1. Ok, I'm doing a practice maths paper and the questions is:

Write down the number of soutions for f(x)=1.

There is a graph I don't know if you need this to solve the question? But I havn't done anything about f(x) so I'm really stuck. It's probably really simple, but I just don't get it.

2. 'f(x)=' 'some function of x equals'. at c1 its just another way of writing 'y='

the number of solutions are the number of times the line y=1 crosses the curve/line/thing on your graph...
3. (Original post by Lula-May)
Ok, I'm doing a practice maths paper and the questions is:

Write down the number of soutions for f(x)=1.

There is a graph I don't know if you need this to solve the question? But I havn't done anything about f(x) so I'm really stuck. It's probably really simple, but I just don't get it.

f(x) = 1
y = f(x)
Therefore y = 1

Draw this line on the graph. It is a horizontal line at 1 on the y-axis. Count how many times this line cuts the graph and there's your answer.

This is a solomen paper, right?
4. Ah! Ok thanks people! That's a tremendous help!

There's another part to this question about transforming graphs which for some reason is a topic we haven't covered yet (exams in 2 weeks!!!!!).

Does anyone know any good websites that might help me teach myself transforming graphs?

Thanks once again!
5. (Original post by Lula-May)
Ah! Ok thanks people! That's a tremendous help!

There's another part to this question about transforming graphs which for some reason is a topic we haven't covered yet (exams in 2 weeks!!!!!).

Does anyone know any good websites that might help me teach myself transforming graphs?

Thanks once again!
General rules for graph transformations.

f(x+a) => translation of -a in x-direction.

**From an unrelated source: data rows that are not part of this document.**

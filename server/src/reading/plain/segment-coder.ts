import { type CodedColumn, ColumnCoder } from './column-coder';
import { FieldIndex, type FieldForm } from './field-index';
import type { DateOrder, DateTimes } from '@tallystone/contracts/specification/types';
import { dateRewriter } from './date-rewriter';
import type { NumberStyle } from './number-style';

export interface SegmentForm extends FieldForm {
  /** The decimal sign as a byte. */
  readonly sign: number;
  /** See ByteDictionary. */
  readonly seed: number;
  /** Most rows of a segment. */
  readonly mostRows: number;
  /** As in `ReadingChoices`. */
  readonly dateOrder?: DateOrder | undefined;
  readonly dateTimes?: DateTimes | undefined;
  readonly missing?: readonly string[];
  /** Of each column, whether its texts stay as they are, whatever form of a date they have; left out: of none. */
  readonly notDates?: readonly boolean[];
}

/**
 * Codes segment after segment of plain records, column by column within batches that fit the processor's cache. Its arrays are used again for
 * the next segment: take what `columns` holds before `begin`.
 */
export class SegmentCoder {
  readonly columns: readonly CodedColumn[];
  rows = 0;
  /** Per row 53 bits that stand for all its fields: equal rows have equal keys. */
  keys: Float64Array;
  private readonly coders: ColumnCoder[];
  private readonly index: FieldIndex;
  private readonly one: Int32Array;
  private readonly two: Int32Array;

  constructor(private readonly form: SegmentForm) {
    this.index = new FieldIndex(form);
    this.one = new Int32Array(this.index.mostRows);
    this.two = new Int32Array(this.index.mostRows);
    this.keys = new Float64Array(form.mostRows);
    const dates = dateRewriter(form.dateOrder, form.missing ?? [], form.dateTimes);
    this.coders = Array.from(
      { length: form.width },
      (_, position) =>
        new ColumnCoder(position, form.width, form.sign, form.mostRows, form.seed, form.notDates?.[position] ? null : dates),
    );
    this.columns = this.coders;
  }

  /** @param styles per column the style of earlier rows; @param asText columns whose every field is kept as text */
  begin(styles: readonly (NumberStyle | null)[], asText: readonly boolean[]): void {
    this.rows = 0;
    this.coders.forEach((coder, position) => coder.begin(styles[position] ?? null, asText[position] ?? false));
  }

  /**
   * Adds whole records, each ending with a line feed. The bytes may be rewritten.
   * @throws NotPlain
   */
  add(bytes: Uint8Array): void {
    const { index, one, two, form } = this;
    const words = new DataView(bytes.buffer, bytes.byteOffset, bytes.byteLength);
    let at = 0;
    while (at < bytes.length) {
      at = index.fill(bytes, at, bytes.length, form.mostRows - this.rows);
      if (index.rows === 0) throw new Error('A segment was given more records than it holds');
      one.fill(0x11c9_dc5);
      two.fill(0x1e37_79b9);
      for (const coder of this.coders) coder.add(bytes, words, index, { one, two });
      for (let row = 0; row < index.rows; row++) this.keys[this.rows + row] = (one[row] >>> 0) * 0x20_0000 + (two[row] >>> 11);
      this.rows += index.rows;
    }
  }
}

f(x-a) => translation of +a in the x-direction.

af(x) => stretch of a in the y-direction (multiply y-coordinates by a, x-coordinates remain the same)

f(ax) => stretch of 1/a in the x-direction (multiply x-coordinates by 1/a, y-coordinates remain the same)

y = a/x => stretch of +a in the y-direction (multiply y-coordinates by a, x-coordinates remain the same).
E.g. 3/x is a stetch of factor 3 of 1/x in the y direction. x-coordinates remain the same, y-coordinates remain the same.

y=f(-x) => reflection of original graph in the y-axis. Multiplying x-coordinates by -1. E.g. (3,0) becomes (-3,0)

y = -f(x) => reflection of original graph in the x-axis.

P.S What's the question?
6. Thank you so much for typing all that up widowmaker!

Part b of the question (so the part about transformations) is:

Labelling the axes in a similar way, sketch on separate diagrams the graphs of:

i) y=f(x-2)
ii) y=f(2x)
7. we can remember the transformations as 'left plus, right minus'
8. (Original post by Bill.L)
we can remember the transformations as 'left plus, right minus'
Completely irrelevant but you mean +/-? I like that...
9. (Original post by Lula-May)
Thank you so much for typing all that up widowmaker!

Part b of the question (so the part about transformations) is:

Labelling the axes in a similar way, sketch on separate diagrams the graphs of:

i) y=f(x-2)
ii) y=f(2x)
graph shifts +2 on the x-axis
as windowmaker says; times each x co-ordinate by 1/2
10. (Original post by El Stevo)
Completely irrelevant but you mean +/-? I like that...
yes, f(x+a) the curve transforms to left, similar if f(x-a), the curve tranforms to right
if y=x+a, the curve transforms to up; if y+x-a, the curve transforms to down
11. yeah, i know how to do them, my maths teacher has a dirty way of remembering it, but +/- is sweeeeet...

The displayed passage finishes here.